El Paso tops Newsweek’s List of “Can-do Capitals,” but can it really do?

(Raymundo Aguirre/Borderzine.com)

El Paso and Ciudad Juárez blend as just one city. (Raymundo Aguirre/Borderzine.com)

(Raymundo Aguirre/Borderzine.com)

El Paso, Texas. (Raymundo Aguirre/Borderzine.com)

EL PASO – It’s a tale of one city with three different stories.

There are three contrasting viewpoints on the placement of El Paso at the top the list of “Can-do Capitals” published by Newsweek Magazine last month.

Based on data from the federal government and Moody’s (an economic research company), the border city was named America’s Can-do capital, first on a list of 200 U.S. cities.

The recent Moody’s study rated the cities in four different  categories –sustainability, transportation & infrastructure, business development and livability. Each index was graded on a scale of 0-25 points, with all four aspects totaling 100 points.

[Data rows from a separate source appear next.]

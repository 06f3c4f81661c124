import { DatePipe } from '@angular/common';
import { Component, computed, inject, input, signal } from '@angular/core';
import { toObservable, toSignal } from '@angular/core/rxjs-interop';
import { MatButtonModule } from '@angular/material/button';
import { MatIconModule } from '@angular/material/icon';
import { MatProgressBarModule } from '@angular/material/progress-bar';
import { RouterLink } from '@angular/router';
import { catchError, of, switchMap } from 'rxjs';
import { ErrorReport } from '../core/errors/error-report';
import { linkSegments } from './link-segments';
import { OutboxApi } from './outbox-api';
import { outboxUnavailable } from './outbox-unavailable';

/** One received message, its plain-text body with the links made clickable. */
@Component({
  selector: 'pw-outbox-message',
  imports: [DatePipe, RouterLink, MatButtonModule, MatIconModule, MatProgressBarModule],
  templateUrl: './outbox-message.html',
  styleUrl: './outbox-message.scss',
})
export class OutboxMessage {
  private readonly api = inject(OutboxApi);
  private readonly errors = inject(ErrorReport);

  /** The `:messageId` route parameter. */
  readonly messageId = input.required<string>();

  protected readonly unavailable = signal<string | null>(null);
  protected readonly message = toSignal(
    toObservable(this.messageId).pipe(
      switchMap((id) =>
        this.api.message(id).pipe(
          catchError((err: unknown) => {
            const why = outboxUnavailable(err);
            if (why) this.unavailable.set('This message is not in the outbox. ' + why);
            else this.errors.show(err);
            return of(null);
          }),
        ),
      ),
    ),
  );
  protected readonly segments = computed(() => linkSegments(this.message()?.text ?? ''));
}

After being recognized as the city that made the most progress improving its quality of life in recent years, El Paso still needs to work on its livability and its business development, according to the study.

The Greater El Paso Chamber of Commerce considered the score given by the magazine as inadequate. “For me, we should have scored a 25” in business development said President and CEO Richard Dayoub. He said that “people in El Paso have the can-do attitude. The crisis in Ciudad Juárez has continued to help the economy of El Paso to keep growing.”

Dayoub said that people here do well by setting differences aside and that has been the key factor in getting this award. It is time to build on this success to continue improving as a city, he said. “People get the wrong image, and think that all the problems in Juárez have to do with El Paso.”

The El Paso Chamber of Commerce disagrees with the 11.15 score given to the city based on business development and argues that the city offers more opportunities to residents than it did a decade ago.

The second problem that the city of El Paso needs to resolve is how to improve its livability. According to this study the border city also needs to work on the quality of life aspect. After being given 18.45 points out of 25 this aspect of the study ranks as the second worst out of the four after the business development number.

“El Paso has relatively lower rates of access to health care and relatively less educated adults than nearly all other large U.S. cities.” said Tim Collins Associate Professor of Geography at the University of Texas at El Paso. Collins is a member of the Department of Sociology & Anthropology at the University where he has conducted research on the different aspects that surround the livability index.

He said that the city of El Paso was given that score because it has shown a significant increase in the ease of access to health, but considers El Paso to be far behind other larger U.S. cities.

Collins added that, “The socioeconomic status of El Pasoans has been buffered in the midst of the ‘great recession,’” but he said that there are problems that continue to negatively affect El Paso, such as the poor socioeconomic status and the number of adults with minimal education.

“In other words, people in El Paso may be faring better than those in other U.S. cities during this period of economic decline, even though El Pasoans were generally worse off, socioeconomically speaking, before the recession began,” said Collins.